#### TASK
Go through the entries one line at a time, and gather every line that has the word "decoded".

#### PROVIDED INFORMATION
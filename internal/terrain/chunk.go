package terrain

import (
	"context"
	"encoding/binary"
	"errors"
	"fmt"
	"math"

	"github.com/maypok86/otter/v2"

	"ridgehop/internal/raster"
	"ridgehop/internal/terrain/blockstore"
	"ridgehop/profile"
)

// chunk is a rectangle of decoded pixels of one raster. It never changes.
type chunk struct {
	x, y, width, height int // in the raster's own pixels
	heights             []float32
}

// chunkKey names a chunk: the raster and the chunk's column and row in it.
type chunkKey struct {
	entry        *entry
	column, line int
}

// chunkPixels is the least size that a chunk aims for: big enough that a path
// crosses few of them, small enough that a cold path reads little.
const chunkPixels = 256 << 10

// chunkSize is a whole number of GDAL blocks each way, so that every block is
// decoded once.
func chunkSize(info raster.Info) (width, height int) {
	width, height = info.BlockWidth, info.BlockHeight
	for width < 256 && 2*width*height <= chunkPixels {
		width += info.BlockWidth
	}
	if pixels := width * height; pixels < chunkPixels {
		height *= (chunkPixels + pixels - 1) / pixels
	}
	return width, height
}

// chunks is the cache: bounded in bytes, and each chunk is read once however
// many ask for it at the same time.
type chunks struct {
	cache   *otter.Cache[chunkKey, *chunk]
	handles *handles
	disk    *blockstore.Store // of remote rasters; may be nil
}

func newChunks(bytes uint64, h *handles, disk *blockstore.Store) (*chunks, error) {
	cache, err := otter.New(&otter.Options[chunkKey, *chunk]{
		MaximumWeight: bytes,
		Weigher:       func(_ chunkKey, c *chunk) uint32 { return uint32(4 * len(c.heights)) }, // #nosec G115 -- at most 32 MiB
	})
	if err != nil {
		return nil, fmt.Errorf("block cache: %w", err)
	}
	return &chunks{cache: cache, handles: h, disk: disk}, nil
}

// at returns the chunk of the raster that holds its pixel (x, y).
func (c *chunks) at(ctx context.Context, e *entry, x, y int) (*chunk, error) {
	width, height := chunkSize(e.info)
	key := chunkKey{e, x / width, y / height}
	if found, ok := c.cache.GetIfPresent(key); ok {
		return found, nil
	}
	found, err := c.cache.Get(ctx, key, otter.LoaderFunc[chunkKey, *chunk](c.read))
	switch {
	case err == nil:
		return found, nil
	case ctx.Err() != nil:
		return nil, ctx.Err()
	}
	return nil, &profile.UnreadableError{Raster: e.Name, Err: err}
}

// read decodes one chunk. Others may wait for it, so it does not stop when the
// first to ask goes away.
func (c *chunks) read(ctx context.Context, key chunkKey) (*chunk, error) {
	info := key.entry.info
	width, height := chunkSize(info)
	out := &chunk{x: key.column * width, y: key.line * height}
	out.width = min(width, info.Width-out.x)
	out.height = min(height, info.Height-out.y)
	out.heights = make([]float32, out.width*out.height)
	if c.fromDisk(key, out) {
		return out, nil
	}
	err := c.handles.with(context.WithoutCancel(ctx), key.entry, func(d *raster.Dataset) error {
		if err := d.Read(out.x, out.y, out.width, out.height, out.heights); err != nil {
			return err
		}
		return key.entry.current(d)
	})
	switch {
	case err == nil:
		c.toDisk(key, out)
	case errors.Is(err, raster.ErrChanged):
		key.entry.gone.Store(true)
	}
	return out, err
}

// diskKey names a chunk of a remote raster's version; what it holds depends on
// how chunks are cut, so the size is part of it.
func (key chunkKey) diskKey(out *chunk) string {
	return fmt.Sprintf("%s %s %d %d %d %d", key.entry.path, key.entry.known, out.x, out.y, out.width, out.height)
}

// fromDisk fills the chunk from the disk, if it is there.
func (c *chunks) fromDisk(key chunkKey, out *chunk) bool {
	if c.disk == nil || !key.entry.remote {
		return false
	}
	kept, ok := c.disk.Get(key.diskKey(out), nil)
	if !ok || len(kept) != 4*len(out.heights) {
		return false
	}
	for i := range out.heights {
		out.heights[i] = math.Float32frombits(binary.LittleEndian.Uint32(kept[4*i:]))
	}
	return true
}

// toDisk keeps a chunk. A disk that takes nothing more costs speed, not answers.
func (c *chunks) toDisk(key chunkKey, out *chunk) {
	if c.disk == nil || !key.entry.remote {
		return
	}
	raw := make([]byte, 0, 4*len(out.heights))
	for _, h := range out.heights {
		raw = binary.LittleEndian.AppendUint32(raw, math.Float32bits(h))
	}
	_ = c.disk.Put(key.diskKey(out), raw)
}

#### EXERCISE SOLUTION
// chunk is a rectangle of decoded pixels of one raster. It never changes.
// decoded once.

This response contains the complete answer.